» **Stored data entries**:
-- Opening Marker --

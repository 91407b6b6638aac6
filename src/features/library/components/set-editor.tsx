import { useEffect, useMemo, useRef, useState, type ReactNode } from 'react';
import { useQueryClient } from '@tanstack/react-query';
import { Link, useLocation, useNavigate } from 'react-router-dom';
import { get, set as setPath, useFieldArray, useForm, type FieldErrors, type Resolver, type UseFormReturn } from 'react-hook-form';
import { FAMILIES, FAMILY_LABELS, QUANTITIES, QUANTITY_LABELS, REFERENCE_KINDS, VALUE_BASES, type MaterialDto, type Quantity } from '@shared/schemas/catalogue';
import type { LibrarySetDto } from '@shared/schemas/library';
import { Button } from '@/components/ui/button';
import { SelectField, TextField } from '@/components/ui/field';
import { Panel, Spinner } from '@/components/ui/states';
import { ApiError } from '@/lib/api-client';
import { useUnits } from '@/lib/unit-system';
import { unitOf } from '@/lib/units';
import { librarySetQueryOptions, useCreateDraft, useMaterials, useSaveDraft, useSetStep } from '../api/library-sets';
import { useReferences } from '../api/references';
import {
  checkDraftForm,
  convertDraftForm,
  emptyDraftForm,
  formFromSet,
  QUANTITY_KIND,
  REQUIRED_QUANTITIES,
  serverErrorsToForm,
  type DraftErrors,
  type DraftForm,
} from '../draft-form';
import { REFERENCE_KIND_LABELS, VALUE_BASIS_LABELS } from '../labels';
import { CellInput, CellSelect } from './cells';
import { ConfirmDialog } from '@/components/ui/confirm-dialog';
import { SetHistory } from './set-history';

function nest(errors: DraftErrors): FieldErrors<DraftForm> {
  const out: FieldErrors<DraftForm> = {};
  for (const [path, message] of Object.entries(errors)) setPath(out, path, { type: 'validate', message });
  return out;
}

function Fieldset({ legend, children, hint }: { legend: string; children: ReactNode; hint?: ReactNode }) {
  return (
    <fieldset className="flex flex-col gap-3">
      <legend className="mb-2 text-xs font-bold uppercase tracking-wide text-sounding-dark">{legend}</legend>
      {hint ? <p className="-mt-2 text-xs text-ink-soft">{hint}</p> : null}
      {children}
    </fieldset>
  );
}

function Choice<T extends string>({ name, value, current, onChange, children }: { name: string; value: T; current: T; onChange: (v: T) => void; children: ReactNode }) {
  return (
    <label className="flex items-center gap-1.5 text-sm">
      <input type="radio" name={name} value={value} checked={current === value} onChange={() => onChange(value)} />
      {children}
    </label>
  );
}

type Banner = { tone: 'error' | 'info'; message: string; stale?: boolean } | null;

function materialOptions(materials: MaterialDto[]) {
  return FAMILIES.map((f) => ({ family: f, items: materials.filter((m) => m.family === f) })).filter((g) => g.items.length);
}

function MaterialSection({ form, err }: { form: UseFormReturn<DraftForm>; err: (p: string) => string | undefined }) {
  const materials = useMaterials();
  const mode = form.watch('materialMode');
  return (
    <Fieldset legend="Material and condition">
      <div role="radiogroup" aria-label="Material: existing or new" className="flex flex-wrap gap-4">
        <Choice name="materialMode" value="existing" current={mode} onChange={(v) => form.setValue('materialMode', v)}>
          Existing material
        </Choice>
        <Choice name="materialMode" value="new" current={mode} onChange={(v) => form.setValue('materialMode', v)}>
          New material
        </Choice>
      </div>
      {mode === 'existing' ? (
        materials.isPending ? (
          <Spinner label="Loading materials…" />
        ) : (
          <SelectField
            label="Material"
            error={err('materialId') ?? (materials.isError ? 'Could not load the materials; describe a new one or try again later' : undefined)}
            hint="Not in the list? Choose “New material”."
            {...form.register('materialId')}
          >
            <option value="">Choose a material…</option>
            {materialOptions(materials.data?.items ?? []).map((g) => (
              <optgroup key={g.family} label={FAMILY_LABELS[g.family]}>
                {g.items.map((m) => (
                  <option key={m.id} value={String(m.id)}>
                    {m.name}
                  </option>
                ))}
              </optgroup>
            ))}
          </SelectField>
        )
      ) : (
        <div className="grid gap-3 md:grid-cols-2">
          <TextField label="Material name" error={err('material.name')} hint="Generic name, no trade names (e.g. “cast acrylic”)" {...form.register('material.name')} />
          <SelectField label="Family" error={err('material.family')} {...form.register('material.family')}>
            <option value="">Choose a family…</option>
            {FAMILIES.map((f) => (
              <option key={f} value={f}>
                {FAMILY_LABELS[f]}
              </option>
            ))}
          </SelectField>
          <label className="flex items-center gap-2 text-sm">
            <input type="checkbox" {...form.register('material.transparent')} /> Transparent (a window material)
          </label>
          <TextField label="Description" error={err('material.description')} wrapperClassName="md:col-span-2" {...form.register('material.description')} />
        </div>
      )}
      <TextField label="Condition" error={err('condition')} hint="Form, temper, grade or test state, e.g. “cast sheet, annealed”" {...form.register('condition')} />
    </Fieldset>
  );
}

function ReferenceSection({ form, err }: { form: UseFormReturn<DraftForm>; err: (p: string) => string | undefined }) {
  const references = useReferences('');
  const mode = form.watch('referenceMode');
  return (
    <Fieldset legend="Source">
      <div role="radiogroup" aria-label="Reference: existing, new or none yet" className="flex flex-wrap gap-4">
        <Choice name="referenceMode" value="existing" current={mode} onChange={(v) => form.setValue('referenceMode', v)}>
          Existing reference
        </Choice>
        <Choice name="referenceMode" value="new" current={mode} onChange={(v) => form.setValue('referenceMode', v)}>
          New reference
        </Choice>
        <Choice name="referenceMode" value="none" current={mode} onChange={(v) => form.setValue('referenceMode', v)}>
          None yet
        </Choice>
      </div>
      {mode === 'existing' ? (
        references.isPending ? (
          <Spinner label="Loading references…" />
        ) : (
          <SelectField
            label="Reference"
            error={err('referenceId') ?? (references.isError ? 'Could not load the references; describe a new one or try again later' : undefined)}
            hint={
              <>
                Manage references and their documents under <Link to="/library/references" className="text-sounding underline">References</Link>.
              </>
            }
            {...form.register('referenceId')}
          >
            <option value="">Choose a reference…</option>
            {(references.data?.items ?? []).map((r) => (
              <option key={r.id} value={String(r.id)}>
                {r.title}
                {r.identifier ? ` — ${r.identifier}` : ''}
                {r.year ? ` (${r.year})` : ''}
              </option>
            ))}
          </SelectField>
        )
      ) : mode === 'new' ? (
        <div className="grid gap-3 md:grid-cols-2">
          <SelectField label="Kind" error={err('reference.kind')} {...form.register('reference.kind')}>
            <option value="">Choose a kind…</option>
            {REFERENCE_KINDS.map((k) => (
              <option key={k} value={k}>
                {REFERENCE_KIND_LABELS[k]}
              </option>
            ))}
          </SelectField>
          <TextField label="Title" error={err('reference.title')} {...form.register('reference.title')} />
          <TextField label="Authors or issuer" error={err('reference.authors')} {...form.register('reference.authors')} />
          <TextField label="Year" inputMode="numeric" error={err('reference.year')} {...form.register('reference.year')} />
          <TextField label="Identifier" error={err('reference.identifier')} hint="Standard number, DOI or report number" {...form.register('reference.identifier')} />
          <TextField label="Table or page" error={err('reference.location')} {...form.register('reference.location')} />
          <TextField label="Note" error={err('reference.note')} wrapperClassName="md:col-span-2" {...form.register('reference.note')} />
        </div>
      ) : (
        <p className="rounded-plate bg-brass-light px-3 py-2 text-sm text-brass">
          A draft may be saved without a reference, but nobody can approve it until it has one.
        </p>
      )}
    </Fieldset>
  );
}

function ValuesSection({ form, err }: { form: UseFormReturn<DraftForm>; err: (p: string) => string | undefined }) {
  const { system, label } = useUnits();
  const transparent = form.watch('material.transparent');
  return (
    <Fieldset legend="Values" hint={`Enter values in ${system === 'SI' ? 'SI' : 'US customary'} units (switch at the top right); they are saved in SI.`}>
      <div className="overflow-x-auto">
        <table className="w-full text-sm" aria-label="Values to enter">
          <thead className="text-left text-xs uppercase tracking-wide text-ink-soft">
            <tr>
              <th scope="col" className="py-1 pr-3">Quantity</th>
              <th scope="col" className="w-32 py-1 pr-3">Value</th>
              <th scope="col" className="w-44 py-1 pr-3">Basis</th>
              <th scope="col" className="py-1 pr-3">Test method</th>
              <th scope="col" className="w-28 py-1">Tested at ({label('temperature')})</th>
            </tr>
          </thead>
          <tbody>
            {QUANTITIES.map((q: Quantity) => {
              const kind = QUANTITY_KIND[q];
              const unit = kind ? unitOf(kind, system).label : '';
              const name = QUANTITY_LABELS[q];
              const required = REQUIRED_QUANTITIES.includes(q);
              const lower = name.charAt(0).toLowerCase() + name.slice(1);
              return (
                <tr key={q} className="border-t border-chart-line/60 align-top">
                  <th scope="row" className="py-1.5 pr-3 text-left font-normal">
                    {name} {unit ? <span className="text-ink-faint">({unit})</span> : null}
                    {required ? <span className="ml-1 text-xs text-ink-faint">required</span> : null}
                    {q === 'luminousTransmittance' && !transparent && form.watch('materialMode') === 'new' ? (
                      <span className="block text-xs text-ink-faint">for transparent materials</span>
                    ) : null}
                  </th>
                  <td className="py-1.5 pr-3">
                    <CellInput label={name} inputMode="decimal" error={err(q)} {...form.register(q)} />
                  </td>
                  <td className="py-1.5 pr-3">
                    <CellSelect label={`Basis of ${lower}`} error={err(`valueDetails.${q}.basis`)} {...form.register(`valueDetails.${q}.basis`)}>
                      <option value="">—</option>
                      {VALUE_BASES.map((b) => (
                        <option key={b} value={b}>
                          {VALUE_BASIS_LABELS[b]}
                        </option>
                      ))}
                    </CellSelect>
                  </td>
                  <td className="py-1.5 pr-3">
                    <CellInput label={`Test method of ${lower}`} placeholder="e.g. ASTM D638" error={err(`valueDetails.${q}.testMethod`)} {...form.register(`valueDetails.${q}.testMethod`)} />
                  </td>
                  <td className="py-1.5">
                    <CellInput label={`Test temperature of ${lower}`} inputMode="decimal" error={err(`valueDetails.${q}.temperature`)} {...form.register(`valueDetails.${q}.temperature`)} />
                  </td>
                </tr>
              );
            })}
          </tbody>
        </table>
      </div>
      <div className="grid max-w-md grid-cols-2 gap-3">
        <TextField label="Service temperature from" unit={label('temperature')} inputMode="decimal" error={err('serviceTemperature.min')} {...form.register('serviceTemperature.min')} />
        <TextField label="Service temperature to" unit={label('temperature')} inputMode="decimal" error={err('serviceTemperature.max')} {...form.register('serviceTemperature.max')} />
      </div>
    </Fieldset>
  );
}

-- Closing Marker --

» **Problem**: If a line of the entries above holds the word "Service", count it; report only how many such lines there are.

» **Exercise output**: 2